When the sliding wall material 14 is returned to the lower part of the storage chamber 13 after being opened, a large half-moon-shaped opening is formed in the cylinder portion 5 and communicates with the bypass port 16. Therefore, until the rolling piston 8 passes through the semicircular opening, the refrigerant is not compressed very much in the high pressure chamber of the cylinder section 5, making it possible to achieve large capacity control and to significantly reduce power consumption. I can do it. Furthermore, since the sliding wall material 14 is moved in the axial direction of the cylinder portion 5, the moving stroke of the sliding wall material 14 can be made small, and the storage chamber can also be made small. Furthermore, movement of the sliding wall material is possible without using springs.

In this embodiment, springs are not used for the movement of the sliding wall material, but springs may be used to obtain more stable movement. Further, by using a spring, it is also possible to provide a compression capacity control mechanism in the upper bearing part.

10 b/ Effects of the Invention As described above, the rotary compressor of the present invention includes a cylinder portion formed by a cylindrical member, and upper and lower bearing members provided to close the upper and lower end surfaces of the cylindrical member; A rotary compression mechanism provided in the cylinder part, an inlet port and a discharge port opening in the cylinder part, and forming part of the inner wall of the cylinder part and movable in the axial direction of the cylinder part. A compression capacity control mechanism is provided that includes a sliding wall material, a storage chamber that stores the sliding wall material, and a control port that communicates with the storage chamber and controls the back pressure applied to the sliding wall material. Therefore, when the rotary compressor is operated at full capacity, when the slide wall material constitutes a part of the cylinder, no excess or rearance is formed in the cylinder portion, so there is no deterioration in performance. Further, when reducing the compression capacity, this can be easily done by controlling the pressure to the control port. Furthermore, since the space volume opened in the cylinder part of the storage chamber can be large, compression capacity control 11 is possible because the rotation compression mechanism does not perform compression until it passes through the mechanism. It is possible to obtain the rate.

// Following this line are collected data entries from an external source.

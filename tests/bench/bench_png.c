/* SPDX-License-Identifier: GPL-3.0-or-later */
/* A frame of 1024 x 1024 pixels with a Gabor patch or a grating as a PNG file,
 * beside libpng with its defaults writing the same samples to memory. */
#include <math.h>
#include <stdio.h>
#include <stdlib.h>
#include <string.h>
#include <sys/stat.h>
#include <unistd.h>

#include <png.h>

#include <evenfield/exchange.h>

#include "bench.h"

enum { SIDE = 1024 };

static uint16_t *sample;
static int bits;
static size_t peer_bytes;
static char path[64];

static void fill_row(void *cookie, size_t y, uint16_t *row) {
  (void)cookie;
  memcpy(row, sample + y * SIDE * 3, SIDE * 3 * sizeof *row);
}

/* Into a file that takes its name when it is whole and on the disk. */
static void run_ours(void *context) {
  (void)context;
  const ef_png_rows rows = {.fill = fill_row};
  ef_error error;
  if (ef_png_write_rows(path, true, SIDE, SIDE, bits, &rows, NULL, &error) ==
      EF_OK)
    return;
  fprintf(stderr, "%s\n", error.message);
  exit(1);
}

static void count_bytes(png_structp png, png_bytep bytes, size_t length) {
  (void)png;
  (void)bytes;
  peer_bytes += length;
}

static void flush_nothing(png_structp png) {
  (void)png;
}

static void run_peer(void *context) {
  (void)context;
  static png_byte row[SIDE * 6];
  peer_bytes = 0;
  png_structp png =
      png_create_write_struct(PNG_LIBPNG_VER_STRING, NULL, NULL, NULL);
  png_infop info = png_create_info_struct(png);
  png_set_write_fn(png, NULL, count_bytes, flush_nothing);
  png_set_IHDR(png, info, SIDE, SIDE, bits, PNG_COLOR_TYPE_RGB,
               PNG_INTERLACE_NONE, PNG_COMPRESSION_TYPE_BASE,
               PNG_FILTER_TYPE_BASE);
  png_write_info(png, info);
  for (size_t y = 0; y < SIDE; ++y) {
    for (size_t i = 0; i < SIDE * 3; ++i) {
      const uint16_t s = sample[y * SIDE * 3 + i];
      if (bits == 16) row[2 * i] = (png_byte)(s >> 8);
      if (bits == 16) row[2 * i + 1] = (png_byte)(s & 255);
      if (bits == 8) row[i] = (png_byte)(s / 257);
    }
    png_write_row(png, row);
  }
  png_write_end(png, info);
  png_destroy_write_struct(&png, &info);
}

static double gabor(double x, double y) {
  return exp(-0.5 * (x * x + y * y)) * sin(4 * 3.14159265 * (x + 0.3 * y));
}

static double grating(double x, double y) {
  (void)y;
  return sin(4 * 3.14159265 * x);
}

static void bench_frame(const char *name, double (*pattern)(double, double),
                        int n_bits) {
  static const double direction[3] = {0.4, -0.24, 0.05};
  bits = n_bits;
  for (size_t y = 0; y < SIDE; ++y) {
    for (size_t x = 0; x < SIDE; ++x) {
      const double value =
          pattern(((double)x - 512) / 128, ((double)y - 512) / 128);
      for (size_t c = 0; c < 3; ++c) {
        const double drive = 0.5 + direction[c] * value;
        sample[3 * (SIDE * y + x) + c] =
            (uint16_t)(bits == 16 ? drive * 65535 + 0.5
                                  : 257 * floor(drive * 255 + 0.5));
      }
    }
  }
  char names[3][64], what[96];
  snprintf(names[0], sizeof names[0], "png_%s%d_libpng", name, bits);
  snprintf(names[1], sizeof names[1], "png_%s%d", name, bits);
  snprintf(names[2], sizeof names[2], "png_%s%d_size", name, bits);
  bench_entry entry[] = {{names[0], run_peer, NULL, false, 0},
                         {names[1], run_ours, NULL, false, 0}};
  bench_run(2, entry);
  bench_per_item(2, entry, 1);
  snprintf(what, sizeof what, "PNG of a 1024 x 1024 frame, %s, %d bits", name,
           bits);
  bench_row(what, "libpng, defaults", &entry[1], &entry[0], 3);
  struct stat file;
  if (stat(path, &file) == 0)
    bench_value(names[2], (double)file.st_size / (double)peer_bytes,
                "of the size of libpng's");
}

int main(void) {
  sample = bench_allocate((size_t)SIDE * SIDE * 3, sizeof *sample);
  snprintf(path, sizeof path, "/tmp/bench_png_%ld.png", (long)getpid());
  bench_frame("gabor", gabor, 8);
  bench_frame("gabor", gabor, 16);
  bench_frame("grating", grating, 8);
  bench_frame("grating", grating, 16);
  unlink(path);
  free(sample);
  return 0;
}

Furthermore, since the moving direction of the sliding wall material is the axial direction of the cylinder portion, the moving stroke of the sliding wall material can be made smaller, and accordingly, the storage chamber can also be made smaller.

[Brief explanation of the drawing]

Fig. 1 is a diagram of a refrigeration cycle equipped with a rotary compressor according to an embodiment of the present invention, Fig. 2 is a partial sectional view of the rotary compressor,
FIG. 3 is a perspective view of a lower bearing member in the same compressor, and FIG. 4 is a perspective view of a slide wall material in the same compressor. 1... Rotary compressor, 2... Cylindrical member, 3... Upper bearing member, 4... Lower bearing member, 5...・Cylinder part, 6... Suction port, 7... Discharge port, 8... Rolling piston (rotary compression mechanism), 12... Compression capacity control mechanism , 13...Storage room, 14...Sliding wall material, 18...Control port. Name of agent: Patent attorney Toshio Nakao and 1 other person No. 1
figure

Claims (1)

[Claims] a cylinder portion formed by a cylindrical member and upper and lower bearing members provided to close upper and lower end surfaces of the cylindrical member;
A rotary compression mechanism is provided in the cylinder part, an inlet port and a discharge port are provided that are open to the cylinder part, and the structure forms part of the inner wall of the cylinder part and is movable in the axial direction of the cylinder part. A rotation device equipped with a compression capacity control mechanism consisting of a freely sliding wall material, a storage chamber for storing the sliding wall material, and a control port that communicates with the storage chamber and controls the back pressure applied to the sliding wall material. type compressor.